Neutron powder diffraction has been used to study the crystal structure and magnetic ordering of $\mathrm{Y}{\mathrm{Ba}}_2{\mathrm{Cu}}_{3-x}{\mathrm{Co}}_x{\mathrm{O}}_{7+y}$ with $x=0.84\mathrm{}$ and $y=0.32\mathrm{}$. Rietveld refinement of the crystal structure was carried out at 295 K (space group $\frac{P4\mathrm{}}{\mathrm{mmm}}$, $a=3.888\mathrm{}$ Å, $c=11.636\mathrm{}$ Å) and showed in particular that Co substitutes in the Cu(1) position of $\mathrm{Y}{\mathrm{Ba}}_2{\mathrm{Cu}}_3{\mathrm{O}}_{7-y}$. Long-range, three-dimensional antiferromagnetism was observed up to a Néel temperature of about 405 K. All five detected magnetic peaks could be indexed on a wave vector (½ ½ ½) with $h$, $k$, $l$ all odd, indicating a body-centered tetragonal magnetic unit cell with $a_{\mathrm{mag}}=a\sqrt{2}$, $c_{\mathrm{mag}}=2c$. At 9 K the proposed magnetic structure has moments parallel to $c$ and antiferromagnetic ordering within both Cu and Co layers.
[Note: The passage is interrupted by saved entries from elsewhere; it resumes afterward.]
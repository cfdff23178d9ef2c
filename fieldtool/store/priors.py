"""Confirmed failures for the diagnosis priors: from the store when one is set, else the files.

A technician must never be blocked by the network: when the store cannot be reached (or is
not usable), the local files give the counts and ``notice`` says so, in one line.
"""

from __future__ import annotations

from collections.abc import Callable
from dataclasses import dataclass
from pathlib import Path

from fieldtool.core.history.fleet import confirmed_failures as files_confirmed
from fieldtool.core.session import FailureSource
from fieldtool.store.config import StoreAddress
from fieldtool.store.errors import StoreError
from fieldtool.store.fleet import confirmed_failures as store_confirmed

QUERY_TIMEOUT_S = 10.0  # a store that answers this slowly is treated as unreachable


@dataclass(frozen=True)
class FleetCounts:
    """Confirmed failures of one board type, where they came from, and what to tell."""

    counts: dict[tuple[str, str], int]
    source: str  # "store", "files" or "none"
    notice: str | None = None


def fleet_counts(
    store: StoreAddress | None, logs_dir: Path | str | None, profile_name: str
) -> FleetCounts:
    """Counts from ``store``, falling back to ``logs_dir`` (with a notice) if it fails.

    Raises:
        HistoryError: only from the local files, as ``history.fleet.confirmed_failures`` does.
    """
    notice = None
    if store is not None:
        try:
            counts = store_confirmed(store, profile_name, statement_timeout_s=QUERY_TIMEOUT_S)
            return FleetCounts(counts, "store")
        except StoreError as exc:
            notice = f"fleet store not used ({exc.message})"
    local = Path(logs_dir) if logs_dir is not None else None
    if local is None or not local.is_dir():
        if notice:
            notice += "; published priors"
        return FleetCounts({}, "none", notice)
    if notice:
        notice += f"; fleet priors from the local files in {local}"
    return FleetCounts(files_confirmed(local, profile_name), "files", notice)


def store_failures(
    store: StoreAddress | None,
    logs_dir: Path | str | None,
    notify: Callable[[str], None] | None = None,
) -> FailureSource:
    """Where ``core.session.choose_priors`` takes confirmed failures from: ``fleet_counts``,
    with its notice (if any) handed to ``notify``."""

    def confirmed(profile_name: str) -> dict[tuple[str, str], int]:
        counts = fleet_counts(store, logs_dir, profile_name)
        if counts.notice and notify is not None:
            notify(counts.notice)
        return counts.counts

    return confirmed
Adjacent moments in neighboring Cu layers are antiparallel whereas the small moments found in the Co layers are parallel to their adjacent moments in the neighboring Cu layers. The ordered moment was 0.87${\mathrm{\mu }}_{\mathrm{B}}$ for the Cu layers and 0.16${\mathrm{\mu }}_{\mathrm{B}}$ in the Co layers, respectively. With increased temperature the ordered moments in the Co layers decrease faster than those in the Cu layer. At room temperature the ordered moment was 0.65${\mathrm{\mu }}_{\mathrm{B}}$ for the Cu layers with no detectable ordered moment in the Co layers.